At the root of my professional skills is that of a certified coder, which I have been since 1998. Anyone worth anything knows that coding, reimbursement and compliance are inextricably linked. I often tell colleagues in the coding realm that if you are not making a gradual transition towards compliance within two years of becoming a certified coder, you more than likely have chosen the wrong career.
The biggest problem I tend to have in this line of work is the volume of knowledge. I say “problem” because any person that I know in my personal circles who doesn’t happen to be connected to the healthcare field usually has absolutely no clue as to what is happening in health care until they themselves need treatment. That treatment moment usually becomes the time when I am called in to remold their medical bills from the origami crane shapes in which they now appear.
This post is specifically about a payment paradox that exists on a few CPT codes. It is something I discovered a few weeks ago, but am only now getting to due to travel schedules and hours on the telephone in a professional capacity.

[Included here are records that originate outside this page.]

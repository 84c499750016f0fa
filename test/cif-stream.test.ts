// The streaming path splits raw bytes (CifByteSplitter) before decoding. It must give exactly the blocks that the
// text splitter (CifBlockSplitter, whose rule test/cif-fuzz.test.ts pins to CIF 1.1: a block starts at a line
// whose first token is data_, outside ; text fields) gives on the decoded text, for any cut of the byte stream,
// including cuts inside UTF-8 multi-byte characters, unclosed text fields and text before the first data_ line.
import { describe, expect, it } from 'vitest';
import fc from 'fast-check';
import { CifBlockSplitter, CifByteSplitter, type RawBlock } from '../src/io/cif-split.js';

function block(name: string): string {
  return `data_${name}
_cell_length_a 7.5(2)
_publ_author_name 'Müller, Zoë ∆'
_note
;
 data_inside_a_text_field is not a block
;
loop_
_atom_site_label
_atom_site_fract_x
C1 0.1
  DATA_${name}_indented
`;
}

const TEXT = `# prologue comment\n${['α', 'b', 'c'].map(block).join('\n')}`;

function byText(text: string): RawBlock[] {
  const sp = new CifBlockSplitter();
  const out: RawBlock[] = [];
  sp.push(text, out);
  sp.end(out);
  return out;
}

function byBytes(bytes: Buffer, cuts: number[]): RawBlock[] {
  const sp = new CifByteSplitter();
  const out: RawBlock[] = [];
  let prev = 0;
  for (const c of [...cuts].sort((a, b) => a - b)) {
    sp.push(bytes.subarray(prev, c), out);
    prev = c;
  }
  sp.push(bytes.subarray(prev), out);
  sp.end(out);
  return out;
}

const edit = fc.record({
  at: fc.nat(TEXT.length),
  del: fc.nat(3),
  ins: fc.constantFrom('', ';', '\n;', '\ndata_x', '\n  data_y z', 'é', '€', '\n', 'text ', '\r\n'),
});

describe('byte splitter', () => {
  it('splits the sample at data_ lines outside text fields, with their lines', () => {
    // Expected by reading TEXT: a comment line, then three blocks of 12 lines (data_ on the block's line 1, an
    // indented DATA_ line on its line 12) separated by one blank line; the data_ line in the text field is not a block.
    expect(byBytes(Buffer.from(TEXT), []).map((b) => [b.name, b.line])).toEqual([
      ['α', 2],
      ['α_indented', 13],
      ['b', 15],
      ['b_indented', 26],
      ['c', 28],
      ['c_indented', 39],
    ]);
  });

  it('gives the text splitter blocks for any edits and any cuts of the bytes', () => {
    fc.assert(
      fc.property(fc.array(edit, { maxLength: 4 }), fc.array(fc.nat(4 * TEXT.length), { maxLength: 30 }), (edits, cuts) => {
        let text = TEXT;
        for (const e of edits) text = text.slice(0, e.at) + e.ins + text.slice(e.at + e.del);
        const bytes = Buffer.from(text, 'utf8');
        expect(byBytes(bytes, cuts.map((c) => Math.min(c, bytes.length)))).toEqual(byText(text));
      }),
      { numRuns: 500, seed: 5 },
    );
  });

  it('reuses its buffer over a long stream of small pushes and grows it for a block larger than the buffer', () => {
    // 20000 copies of one block (about 6 MB, past the 4 MiB buffer, so emitted bytes are dropped and the rest
    // moved to the front), then one block of about 6 MB in a text field (the buffer must grow to hold it).
    const one = block('x');
    const big = `data_big\n_note\n;\n${'long line of text in a field\n'.repeat(220_000)};\n_cell_length_a 5\n`;
    const text = one.repeat(20000) + big;
    const bytes = Buffer.from(text, 'utf8');
    const cuts: number[] = [];
    for (let c = 65536; c < bytes.length; c += 65536) cuts.push(c);
    const got = byBytes(bytes, cuts);
    // Each copy of the block holds two data_ lines by the rule (its indented DATA_ line starts a block).
    expect(got.length).toBe(40001);
    expect(got).toEqual(byText(text));
    expect(got[got.length - 1]!.text).toBe(big);
  });
});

Let’s talk about soft tissue tumors. These are little deposits that creep up in the subcutaneous skin layer that are removed most often by either dermatologists, plastic and reconstructive surgeons or general surgeons. The codes for the removal can be found under the Musculoskeletal section of CPT based on body area, and they are normally split into two codes based on the size of the tumor.
Having stated that, there is a catch. In most cases, due to CPT code reseqencing, the numerical code for the removal of a larger tumor is lower than that for the smaller tumor. Unfortunately, the problem doesn’t end there.
As an example, let’s use CPT code 24075, which is for the removal of a subcutaneous soft tissue tumor of the upper arm or elbow measuring less than 3 centimeters. The code that follows it in CPT is 24071, which is for a tumor of 3 centimeters or greater from the same body area.
Now, go to this link for the Medicare Physician Fee Schedule Search. Choose the bubble that says “List of HCPCS Codes”, and then the one somewhat below it that states “Specific Carrier/MAC”. Put 24075 in the box that says “HCPCS Box 1″, then place 24071 in the box that says “HCPCS Box 2″. Below that, choose the drop-down stating “All modifiers”, and then select your Carrier/MAC from the last drop-down. After that, click “Submit”.
The next screen shows you two disturbing things. The website has not only re-ordered your codes to show 24071 as the first code, but (and this should make the surgeons and dermatologists out there furious) the allowance for the larger tumor is roughly $100 less than that for the smaller tumor, depending on your MAC locality.
This pattern will repeat itself no matter which area of the body has subcutaneous soft tissue tumors. What I think is happening is that Medicare set the Work RVUs based on numerical order, rather than the actual amount of work involved with the procedure. CMS is not recognizing CPT resequencing, which is leading to providers being underpaid for their large soft tissue tumor removal expertise.
Appendix N of the CPT code book contains the entire list of resequenced codes. I am a simple blogger with a lot on my plate right now, so I’m not going to go through all 100 codes on that list to find similar payment inconsistencies. I shall leave that up to an enterprising reader out there. The larger point here is that Medicare is the straw that stirs the drink with regard to reimbursement for services. If Medicare makes a mistake in setting reimbursement, that error is compounded by every commercial carrier who uses Medicare allowances as a baseline for setting a fee schedule.
At the very least, I hope dermatologists take to the streets with their scalpels and benzoyl peroxide and demand change. At most, I’d like to point out that just because Medicare happens to be the Irish Wolfhound in a room full of Pomeranians doesn’t necessarily mean that they always have the first and only correct answer.